Friday 14 March 2014

Interflour facility tour - day twelve

Today's blog was written by grower Chris Syme from Cunderdin.


We left the hotel in inner Ho Chi Minh City at 9.30 am all ready to travel the 70km to the Interflour mill and wharf facilities at Cai Mep Agri Port.

The drive out entailed travelling on typical city streets with locals on motor bikes, push bikes, small trucks and taxis.

After travelling 40 minutes we entered a new motor freeway. Not a lot of local traffic as the toll fee may be to expense for the locals. We found it slightly strange that on the expressway the speed limit was only 40km.

We passed farmland with water buffalo grazing, rice harvesting and construction sites.

We arrived at 11.00 am to a very impressive modern flour mill. Outside on the flag pole were 4 flags, which represented the financial interests, Australian (CBH), Japan, Indonesia and Vietnam the country located.



We meet with Houm, who has worked with Interflour for 7 years.

The flour mill site is 32has including the wharf. There is room for the malting plant to be built in the next year and we are taken over to view the site and see the plans. 



We were treated to lunch at the staff canteen, and served bread made in the test laboratory which was still warm and fluffy.

We had a tour of the facility - very warm day to be inside the mill, we thought around 37-40c with around 90% humidity, so it was quite a sweaty walk.
The wharf has a unloading turnaround of 3-4 days with a grain or feed ship in every week. The grain can be unloaded at 1,200 tonne an hour using a screw auger. The wharf also out loads feed into 500 tonne barges to delivery to smaller ports which can't handle the Panamax 75,000 tonne loads.

Unloading from incoming ships in the wharf is 1,200 tonne per hour. With 20,000 tonne in storage currently. 
The mill runs 7 days a week, 24 hours a day and out loads 600-800 tonne of flour a day. 

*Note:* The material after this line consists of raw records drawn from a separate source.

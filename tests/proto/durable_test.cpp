// Whole files are written or not written, and the old one stays until the new one stands.
#include "proto/files/durable.h"

#include <fcntl.h>
#include <gtest/gtest.h>
#include <sched.h>
#include <sys/mount.h>
#include <sys/resource.h>
#include <sys/stat.h>
#include <sys/wait.h>
#include <unistd.h>

#include <csignal>
#include <cstdlib>
#include <filesystem>
#include <fstream>
#include <functional>

#include "proto/files/text.h"

namespace pastern::files {
namespace {

namespace fs = std::filesystem;

class Durable : public ::testing::Test {
 protected:
  void SetUp() override {
    std::string pattern = (fs::temp_directory_path() / "durable.XXXXXX").string();
    ASSERT_NE(::mkdtemp(pattern.data()), nullptr);
    folder_ = pattern;
  }
  void TearDown() override {
    std::error_code ignored;
    fs::remove_all(folder_, ignored);
  }

  [[nodiscard]] std::string path(const std::string& name) const { return (folder_ / name).string(); }
  static std::string content(const std::string& file) {
    std::ifstream in(file, std::ios::binary);
    return {std::istreambuf_iterator<char>(in), {}};
  }
  [[nodiscard]] int entries() const {
    return static_cast<int>(std::distance(fs::directory_iterator(folder_), fs::directory_iterator()));
  }

  // Runs `work` in a process of its own, so that limits and mounts end with it. Its result is the exit
  // status.
  static int elsewhere(const std::function<int()>& work) {
    const pid_t child = ::fork();
    if (child == 0) ::_exit(work());
    int status = 0;
    ::waitpid(child, &status, 0);
    return WIFEXITED(status) ? WEXITSTATUS(status) : 255;
  }

  fs::path folder_;
};

TEST_F(Durable, WritesExactlyTheBytesWithTheMode) {
  Defects defects;
  const std::string bytes("a\0b\n\xff", 5);
  ASSERT_TRUE(write_durably(path("x"), bytes, 0600, defects)) << lines(defects);
  EXPECT_EQ(content(path("x")), bytes);
  EXPECT_EQ(fs::status(path("x")).permissions(), fs::perms::owner_read | fs::perms::owner_write);
  ASSERT_TRUE(write_durably(path("x"), "", 0644, defects));
  EXPECT_EQ(content(path("x")), "");
  EXPECT_EQ(entries(), 1);
  EXPECT_TRUE(defects.empty());
}

TEST_F(Durable, WritesInTheWorkingFolderWithoutAnySlash) {
  const int status = elsewhere([&] {
    Defects defects;
    return ::chdir(folder_.c_str()) == 0 && write_durably("plain", "1", 0644, defects) ? 0 : 1;
  });
  EXPECT_EQ(status, 0);
  EXPECT_EQ(content(path("plain")), "1");
}

// A file-size limit makes write() fail half-way, as a full disk does.
TEST_F(Durable, AWriteThatFailsHalfWayLeavesTheOldFileAndNothingBesideIt) {
  Defects defects;
  ASSERT_TRUE(write_durably(path("x"), "old", 0644, defects));
  const int status = elsewhere([&] {
    std::signal(SIGXFSZ, SIG_IGN);
    const rlimit limit{4096, 4096};
    if (::setrlimit(RLIMIT_FSIZE, &limit) != 0) return 2;
    Defects inner;
    if (write_durably(path("x"), std::string(100'000, 'n'), 0644, inner)) return 3;
    return inner.size() == 1 && inner[0].found.find("while writing") != std::string::npos ? 0 : 4;
  });
  EXPECT_EQ(status, 0);
  EXPECT_EQ(content(path("x")), "old");
  EXPECT_EQ(entries(), 1);
}

// The same on a real full disk where mounting in a namespace of one's own is permitted; elsewhere the test
// above stands for it.
TEST_F(Durable, AFullDiskLeavesTheOldFile) {
  const int status = elsewhere([&] {
    if (::unshare(CLONE_NEWNS | (::getuid() == 0 ? 0 : CLONE_NEWUSER)) != 0) return 77;
    if (::mount("none", "/", nullptr, MS_REC | MS_PRIVATE, nullptr) != 0) return 77;
    if (::mount("none", folder_.c_str(), "tmpfs", 0, "size=64k") != 0) return 77;
    Defects inner;
    if (!write_durably(path("x"), "old", 0644, inner)) return 2;
    if (write_durably(path("x"), std::string(1'000'000, 'n'), 0644, inner)) return 3;
    if (inner.size() != 1 || inner[0].line().find("No space left on device") == std::string::npos) return 4;
    if (content(path("x")) != "old" || entries() != 1) return 5;
    return write_durably(path("x"), "new", 0644, inner) && content(path("x")) == "new" ? 0 : 6;
  });
  EXPECT_TRUE(status == 0 || status == 77) << status;
}

TEST_F(Durable, AFolderThatMayNotBeWrittenIsRefusedInOneLine) {
  ASSERT_EQ(::chmod(folder_.c_str(), 0555), 0);
  const int status = elsewhere([&] {
    if (::getuid() == 0 && ::setuid(65534) != 0) return 2;  // root may write anywhere
    Defects inner;
    if (write_durably(path("x"), "1", 0644, inner)) return 3;
    return inner.size() == 1 && inner[0].file == path("x") ? 0 : 4;
  });
  ASSERT_EQ(::chmod(folder_.c_str(), 0755), 0);
  EXPECT_EQ(status, 0);
  EXPECT_EQ(entries(), 0);
}

TEST_F(Durable, RefusesAMissingFolderAFolderInPlaceOfTheFileAndADevice) {
  Defects defects;
  EXPECT_FALSE(write_durably(path("none/x"), "1", 0644, defects));
  ASSERT_TRUE(fs::create_directory(path("d")));
  EXPECT_FALSE(write_durably(path("d"), "1", 0644, defects));
  EXPECT_FALSE(write_durably("/dev/full", "1", 0644, defects));
  ASSERT_TRUE(write_durably(path("f"), "1", 0644, defects));
  EXPECT_FALSE(write_durably(path("f/x"), "1", 0644, defects));
  EXPECT_FALSE(write_durably("", "1", 0644, defects));
  EXPECT_EQ(defects.size(), 5U) << lines(defects);
}

class Reading : public Durable {};

TEST_F(Reading, GivesTheBytesAndRefusesWhatIsNoFile) {
  Defects defects;
  const std::string bytes("a\0b", 3);
  ASSERT_TRUE(write_durably(path("x"), bytes, 0644, defects));
  EXPECT_EQ(read_whole(path("x"), defects), bytes);
  EXPECT_FALSE(read_whole(path("none"), defects));
  EXPECT_FALSE(read_whole(folder_.string(), defects));
  EXPECT_FALSE(read_whole("/dev/zero", defects));
  ASSERT_EQ(::mkfifo(path("pipe").c_str(), 0600), 0);
  EXPECT_FALSE(read_whole(path("pipe"), defects));  // and does not wait for a writer
  EXPECT_EQ(defects.size(), 4U) << lines(defects);
}

TEST_F(Reading, TakesSixteenMebibytesAndNoMore) {
  Defects defects;
  ASSERT_TRUE(write_durably(path("x"), std::string(16U << 20U, ' '), 0644, defects));
  EXPECT_TRUE(read_whole(path("x"), defects));
  ASSERT_TRUE(write_durably(path("x"), std::string((16U << 20U) + 1, ' '), 0644, defects));
  EXPECT_FALSE(read_whole(path("x"), defects));
  ASSERT_EQ(defects.size(), 1U);
  EXPECT_EQ(defects[0].found, "more than 16 MiB");
}

}  // namespace
}  // namespace pastern::files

Interflour has a staff of 430 with 250 working at the Vietnam site. Average wages in Vietnam are US$102 a month but staff at Interflour are paid three times above the average and are provided many benefits.

To mill flour, wheat needs to be softened and moisture levels need to be at 14%, so water is added.

The milling process is to blend different grades of wheat, clean, grind, and separate until flour meets milling specs. Normally you get 750kgs flour from 1 tonne of wheat. The bran is sold to feed and other markets.




We were all very surprised to see the amount of sand and stones removed from wheat in the cleaning process. 


High end flours are in 25kg paper bags, most other in 25 kg poly bags and bulk tankers of 23 tonne for bigger customers.




We travelled back to Ho Chi Minh City in the afternoon, some had a swim to wash away the warm humid day and then we all went out to dinner to celebrate our last full night together on the grower trip.